Recently, the author found luminescence of water at a lower energy than the Cerenkov-light threshold.^17–20 The luminescence had a similar light spectrum to that of Cerenkov light and is thought to be produced by the same mechanism as Cerenkov light: electromagnetic waves produced by the dipole interaction of moving electrons with water molecules at lower energy than the Cerenkov-light threshold.²¹ Although the intensity of the luminescence of water is low from a distance, the original electromagnetic wave intensity produced by the dipole interaction of moving electrons with water molecules at the produced points is thought to be much higher than the observed light as schematically shown in Fig. 1. However, the intensity of the electromagnetic waves (light) are reduced at a distant point because the electromagnetic waves are incoherent and emitted almost simultaneously, thus the electromagnetic waves interfere with each other destructively and almost no electromagnetic waves are observed from a distance.^22,23 The luminescence of water found by the author was the small amount of remaining electromagnetic waves that were believed to be invisible from a distance before the author discovered the light.^21–23

Fig. 1

Conceptual illustration of producing radicals by electromagnetic waves (luminescence of water at lower energy than Cerenkov-light threshold) and ${\mathrm{TiO}}_2$.

The author realized that the intensity of the produced electromagnetic waves (original light of luminescence lower than Cerenkov light threshold) before vanishing must be very high, much higher than Cerenkov light.
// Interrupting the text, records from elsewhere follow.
import { useParams } from 'react-router-dom';
import { useMe } from '../features/auth/api';
import { AuthFrame } from '../features/auth/AuthFrame';
import { SignOutButton } from '../features/auth/SignOutButton';
import { InvitationPanel } from '../features/invitations/InvitationPanel';
import { ErrorNotice, LoadingNotice } from '../shared/components/Notice';

/** /invitations/:token — public: the invitation, with the session (if any) from the auth feature. */
export function InvitationRoute() {
  const { token = '' } = useParams();
  const me = useMe();
  return (
    <AuthFrame>
      <title>Invitation · Seedwake</title>
      {me.isPending ? <LoadingNotice>Checking your session…</LoadingNotice> : null}
      {me.isError ? (
        <ErrorNotice
          title="Seedwake could not check your session"
          error={me.error}
          onRetry={() => void me.refetch()}
        />
      ) : null}
      {me.isSuccess ? (
        <InvitationPanel token={token} user={me.data?.user ?? null} signOut={<SignOutButton />} />
      ) : null}
    </AuthFrame>
  );
}
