import type { ReactNode } from 'react';
import { Link } from 'react-router-dom';

/** The way back from a detail page to its list; not printed, since paper has no links. */
export function BackLink({ to, children }: { to: string; children: ReactNode }) {
  return (
    <Link
      to={to}
      className="self-start text-sm font-medium text-russet-700 underline underline-offset-4 hover:text-russet-800 print:hidden"
    >
      {children}
    </Link>
  );
}
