/** The thin banded edge under the header and above the footer: humus, loam, clay, as seen in a core. */
export function HorizonRule({ className = '' }: { className?: string }) {
  return <div className={`h-2 w-full bg-horizon ${className}`} aria-hidden="true" />;
}
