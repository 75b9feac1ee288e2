import type { ReactNode } from 'react';
import { Button } from './Button';

type SaveBarProps = {
  editable: boolean;
  /** Further controls beside the save button (deleting, copying). */
  actions?: ReactNode;
  saving: boolean;
  savedAt: Date | null;
  /** The save button's text: "Save field". */
  label: string;
  /** Extra classes where the bar must reach past its column's padding. */
  className?: string;
};

/**
 * The bar under a long editor, kept in view while scrolling so saving is always one press
 * away. The status line is always rendered so screen readers announce "Saved at …".
 */
export function SaveBar({ editable, actions, saving, savedAt, label, className }: SaveBarProps) {
  if (!editable && !actions) return null;
  return (
    <div
      className={`sticky bottom-0 z-10 flex flex-wrap items-center gap-4 border-t border-silt-300 bg-silt-50 shadow-[0_-6px_12px_-10px_rgb(36_26_19_/_0.35)] py-3 print:hidden${className ? ` ${className}` : ''}`}
    >
      {editable ? (
        <Button type="submit" pending={saving} pendingLabel="Saving…">
          {label}
        </Button>
      ) : null}
      {actions}
      <p role="status" className="text-sm font-medium">
        {savedAt ? (
          <>
            <span aria-hidden="true">✓ </span>Saved at {savedAt.toLocaleTimeString()}.
          </>
        ) : null}
      </p>
    </div>
  );
}
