import { AccountPage } from '../features/account/AccountPage';
import { TokensSection } from '../features/account/TokensSection';
import { useWorkspaces } from '../features/workspaces/api';

/*
 * The account page with its API tokens. A token is made for one of the person's
 * workspaces, with a role no higher than theirs there; that list belongs to the
 * workspaces feature, so the two are put together here.
 */
export function AccountRoute() {
  const workspaces = useWorkspaces();
  const memberships = (workspaces.data ?? []).map((w) => ({ id: w.id, name: w.name, role: w.role }));
  return (
    <div className="flex flex-col gap-10">
      <AccountPage />
      <TokensSection memberships={memberships} />
    </div>
  );
}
This is attributed to Cerenkov light being produced from only a small fraction of the original produced light.^22,23 Because the moving electron produces the electromagnetic waves by interaction with electrons in molecules, if ${\mathrm{TiO}}_2$ particles exist near the electron as shown in Fig. 1, the electromagnetic waves reacting with ${\mathrm{TiO}}_2$ particles produce many radicals before vanishing. To clarify whether the proposed mechanism actually occurred, the author directly irradiated alpha particles on a ${\mathrm{TiO}}_2$ plate and measured the produced radicals in the plate using a high-sensitivity cooled charge-coupled device (CCD) camera.

2.

Materials and Methods

2.2.

Experimental Set-Up

Figure 2 shows the measurement set up for produced radical intensity and distributions of the ${\mathrm{TiO}}_2$ plate during irradiation of alpha particles. On the americium-241 (Am-241) alpha source covered by an aluminized Mylar film, a plate pasted with ${\mathrm{TiO}}_2$ powder was set. For measuring the light from the ${\mathrm{TiO}}_2$ plate, the image of the ${\mathrm{TiO}}_2$ plate during irradiation of alpha particles was acquired by an electron-multiplied cooled CCD (EM-CCD) camera from above as shown in Fig. 2(a). When measuring the spectrum of the light from ${\mathrm{TiO}}_2$ or the scintillation of air, one of the long-pass filters was set in front of the lens of the EM-CCD camera, which was used to measure the images as shown in Fig. 2(b).

Fig. 2

Set up during measuring produced radical distributions of ${\mathrm{TiO}}_2$ plate during irradiation of alpha particles: (a) without and (b) with optical filter.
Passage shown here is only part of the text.